Mushroom and Chickpea Pilaf with Fragrant Spices
Prep Time: 3 to 4 minutes | Cook Time: 40 minutes | Serves: 4

Ingredients
2 tablespoons oil
½ teaspoons cumin seeds
1 onion, chopped
3 green cardamom pods
3 or 4 cloves
1 (2-inch) cinnamon stick, broken
1 cup thickly sliced button mushrooms
½ cups white basmati rice
¾ cup cooked chickpeas
1 teaspoon salt 

For garnish
Red pepper flakes (optional)
Chopped cilantro
Chopped cashew nuts

Preparation
1. Heat the oil in a pot on medium heat for 30 seconds. Add the cumin seeds and cook for about 30 seconds until they sizzle and become aromatic.
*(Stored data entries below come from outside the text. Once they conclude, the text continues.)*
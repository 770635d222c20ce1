/**
 * API 1104, 21st edition. Sources are those of reference/standards.md §3.
 */
import { describe, expect, it } from 'vitest';
import { checker, evaluated, finding } from '../testing';
import type { JointInput } from '../types';

const API = 'api-1104';
const girth = (thickness: string | number, weldLength: string | number = '60 in'): JointInput => ({
	kind: 'butt',
	thickness,
	weldLength
});

describe('undercut — 9.7 (visual or mechanical measurement)', () => {
	const depth = checker(API, 'undercut.depth', 'visual');
	const length = checker(API, 'undercut.length', 'visual');

	// [1: forum, welder-test clause] over 1/32 in or 12.5 % of the wall, whichever is smaller → reject.
	// On a 1/4 in wall 12.5 % is exactly 1/32 in.
	it('rejects over 1/32 in or 12.5 % of the wall', () => {
		expect(depth(girth('1/4 in'), { undercutDepth: '1/32', undercutLength: '1' })).toBe('within');
		expect(depth(girth('1/4 in'), { undercutDepth: '0.032 in', undercutLength: '1' })).toBe(
			'outside'
		);
		expect(depth(girth('0.200 in'), { undercutDepth: '0.025 in', undercutLength: '1' })).toBe(
			'within'
		);
		expect(depth(girth('0.200 in'), { undercutDepth: '0.026 in', undercutLength: '1' })).toBe(
			'outside'
		);
	});

	// 6 % of the wall is unconfirmed; 1/64 in at any length [1: PHMSA interpretation].
	it('accepts 1/64 in or 6 % of the wall at any length (6 % unconfirmed)', () => {
		expect(depth(girth('1/2 in'), { undercutDepth: '1/64' })).toBe('within');
		expect(
			evaluated(API, girth('1/2 in'), 'visual', { undercutDepth: '1/64' }).missing
		).not.toContain('undercutLength');
		// 6 % of 1/4 in is 0.015 in, under 1/64 in (0.0156 in).
		expect(depth(girth('1/4 in'), { undercutDepth: '0.015 in' })).toBe('within');
		expect(evaluated(API, girth('1/4 in'), 'visual', { undercutDepth: '1/64' }).missing).toContain(
			'undercutLength'
		);
	});

	// [1: PHMSA] between the bands: at most 2 in in any 12 in, or 1/6 of the weld, whichever is smaller.
	it('allows the band for 2 in in any 12 in', () => {
		expect(length(girth('1/2 in'), { undercutDepth: '1/32', undercutLength: '2 in' })).toBe(
			'within'
		);
		expect(length(girth('1/2 in'), { undercutDepth: '1/32', undercutLength: '2.1 in' })).toBe(
			'outside'
		);
	});

	it('or 1/6 of a shorter weld', () => {
		expect(
			length(girth('1/2 in', '9 in'), { undercutDepth: '1/32', undercutLength: '1.5 in' })
		).toBe('within');
		expect(
			length(girth('1/2 in', '9 in'), { undercutDepth: '1/32', undercutLength: '1.6 in' })
		).toBe('outside');
	});

	// 9.3.11 check value [2+]: NPS 6 (circumference ≈ 528 mm), 60 mm of undercut in 300 mm → reject.
	it('rejects 60 mm of undercut within 300 mm of an NPS 6 girth weld', () => {
		const metric = checker(API, 'undercut.length', 'visual', { units: 'metric' });
		const nps6 = girth('7.11 mm', '528 mm');
		expect(metric(nps6, { undercutDepth: '0.6 mm', undercutLength: '60 mm' })).toBe('outside');
		expect(metric(nps6, { undercutDepth: '0.6 mm', undercutLength: '50 mm' })).toBe('within');
		expect(
			finding(
				API,
				nps6,
				'visual',
				{ undercutDepth: '0.6 mm', undercutLength: 50 },
				'undercut.length',
				{ units: 'metric' }
			).limit
		).toBe(50);
	});

	it('judges the band length when the weld length is not given', () => {
		const result = evaluated(API, { kind: 'butt', thickness: '1/2 in' }, 'visual', {
			undercutDepth: '1/32',
			undercutLength: '1 in'
		});
		expect(result.findings.find((f) => f.check === 'undercut.length')?.outcome).toBe('judge');
		expect(result.missingJoint).toContain('weldLength');
	});
});

describe('hi-lo — 7.2 [1; 1/8 in also unconfirmed]', () => {
	const hiLo = checker(API, 'misalignment.max', 'fitup');

	it('should not exceed 1/8 in (3 mm); more is for the inspector', () => {
		expect(hiLo(girth('1/2 in'), { misalignment: '1/16' })).toBe('within');
		expect(hiLo(girth('1/2 in'), { misalignment: '1/8' })).toBe('within');
		expect(hiLo(girth('1/2 in'), { misalignment: '9/64' })).toBe('judge');
		const metric = checker(API, 'misalignment.max', 'fitup', { units: 'metric' });
		expect(metric(girth(12), { misalignment: '3 mm' })).toBe('within');
		expect(metric(girth(12), { misalignment: '3.2 mm' })).toBe('judge');
	});
});

describe('cap — 7.8.2 [1]', () => {
	// Trap 5: the 1/16 in height is a "should".
	it('should not stand over 1/16 in (1.6 mm) above the pipe', () => {
		const cap = checker(API, 'reinforcement.max', 'visual');
		expect(cap(girth('1/2 in'), { reinforcement: '1/32' })).toBe('within');
		expect(cap(girth('1/2 in'), { reinforcement: '1/16' })).toBe('within');
		expect(cap(girth('1/2 in'), { reinforcement: '3/32' })).toBe('judge');
	});

	// "Shall": the crown is never below the outside surface.
	it('shall not be below the pipe surface', () => {
		const crown = checker(API, 'concavity.max', 'visual');
		expect(crown(girth('1/2 in'), { concavity: 0 })).toBe('within');
		expect(crown(girth('1/2 in'), { concavity: '1/64' })).toBe('outside');
	});
});

describe('other items', () => {
	// 9.3.9.2 (unconfirmed): no individual pore over 1/8 in or 25 % of the thinner wall.
	it('limits the largest pore to 1/8 in or a quarter of the wall', () => {
		const pore = checker(API, 'pore.largest', 'visual');
		expect(pore(girth('1/4 in'), { poreLargest: '1/16' })).toBe('within');
		expect(pore(girth('1/4 in'), { poreLargest: '5/64' })).toBe('outside');
		expect(pore(girth('1 in'), { poreLargest: '1/8' })).toBe('within');
		expect(pore(girth('1 in'), { poreLargest: '9/64' })).toBe('outside');
	});

	it('rejects a crack and leaves incomplete fusion, overlap and craters to the inspector', () => {
		expect(finding(API, girth('1/2 in'), 'visual', { crack: true }, 'crack').outcome).toBe(
			'outside'
		);
		expect(
			finding(API, girth('1/2 in'), 'visual', { incompleteFusion: true }, 'fusion').outcome
		).toBe('judge');
		expect(finding(API, girth('1/2 in'), 'visual', { overlap: true }, 'overlap').outcome).toBe(
			'judge'
		);
		expect(
			finding(API, girth('1/2 in'), 'visual', { craterUnfilled: true }, 'crater').outcome
		).toBe('judge');
	});

	// Joint design is the qualified procedure's (clause number unconfirmed).
	it('leaves the groove to the procedure', () => {
		expect(
			finding(API, girth('1/2 in'), 'fitup', { rootOpening: '1/16' }, 'rootOpening.range')
		).toMatchObject({
			outcome: 'judge',
			limit: null
		});
	});
});

describe('inadequate penetration seen from the root — 9.3.1 [2+]', () => {
	const length = checker(API, 'penetration.length', 'visual');

	// At most 1 in (25 mm) in any 12 in (300 mm) of weld.
	it('allows 1 in in any 12 in of a long weld', () => {
		expect(length(girth('1/2 in'), { incompletePenetrationLength: '1 in' })).toBe('within');
		expect(length(girth('1/2 in'), { incompletePenetrationLength: '1-1/16 in' })).toBe('outside');
		const metric = checker(API, 'penetration.length', 'visual', { units: 'metric' });
		expect(metric(girth(12, 1000), { incompletePenetrationLength: 25 })).toBe('within');
		expect(metric(girth(12, 1000), { incompletePenetrationLength: 26 })).toBe('outside');
	});

	// Welds under 12 in: at most 8 % of the weld length. NPS 2 (OD 2.375 in) runs 7.461 in round:
	// 8 % is 0.597 in.
	it('allows 8 % of a weld under 12 in, its length from the pipe diameter', () => {
		const small: JointInput = { kind: 'butt', thickness: '0.154 in', diameter: '2.375 in' };
		expect(length(small, { incompletePenetrationLength: '0.596 in' })).toBe('within');
		expect(length(small, { incompletePenetrationLength: '0.6 in' })).toBe('outside');
		expect(evaluated(API, small, 'visual', {}).derived.girthLengthMm).toBeCloseTo(
			Math.PI * 2.375 * 25.4,
			9
		);
	});

	it('judges a length over 8 % of 12 in where the weld length is not known', () => {
		expect(
			length({ kind: 'butt', thickness: '1/4 in' }, { incompletePenetrationLength: '1/2' })
		).toBe('judge');
		expect(length({ kind: 'butt', thickness: '1/4 in' }, { incompletePenetrationLength: 0 })).toBe(
			'within'
		);
	});
});

describe('internal concavity — 9.3.6 [1]', () => {
	// Any length is acceptable while the joint is no thinner than the thinnest parent metal.
	it('judges root concavity by the joint thickness', () => {
		const thickness = checker(API, 'jointThickness.min', 'visual');
		expect(
			thickness(girth('0.250 in'), { rootConcavity: '1/32', jointThickness: '0.250 in' })
		).toBe('within');
		expect(
			thickness(girth('0.250 in'), { rootConcavity: '1/32', jointThickness: '0.249 in' })
		).toBe('outside');
	});
});

describe('undercut length with the weld length from the pipe — 9.7 [1]', () => {
	// NPS 6 (OD 6.625 in): 1/6 of 20.8 in is 3.47 in, so 2 in in any 12 in governs.
	it('allows 2 in of undercut deeper than 1/64 in on an NPS 6 girth weld', () => {
		const nps6: JointInput = { kind: 'butt', thickness: '0.280 in', diameter: '6.625 in' };
		const length = checker(API, 'undercut.length', 'visual');
		expect(length(nps6, { undercutDepth: '1/32', undercutLength: '2 in' })).toBe('within');
		expect(length(nps6, { undercutDepth: '1/32', undercutLength: '2-1/16 in' })).toBe('outside');
	});
});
2. Add the onion and cook for 7 - 8 minutes, until they soften and begin to turn golden.

3. Add the basmati rice and chickpeas and mix gently. Add 2¾ cups of water and the salt and cover and simmer for 20 minutes. Keep the rice covered and let it rest for about 10 minutes.

4. Sprinkle with red pepper flakes if desired. Fluff gently and garnish with cilantro and cashew nuts before serving.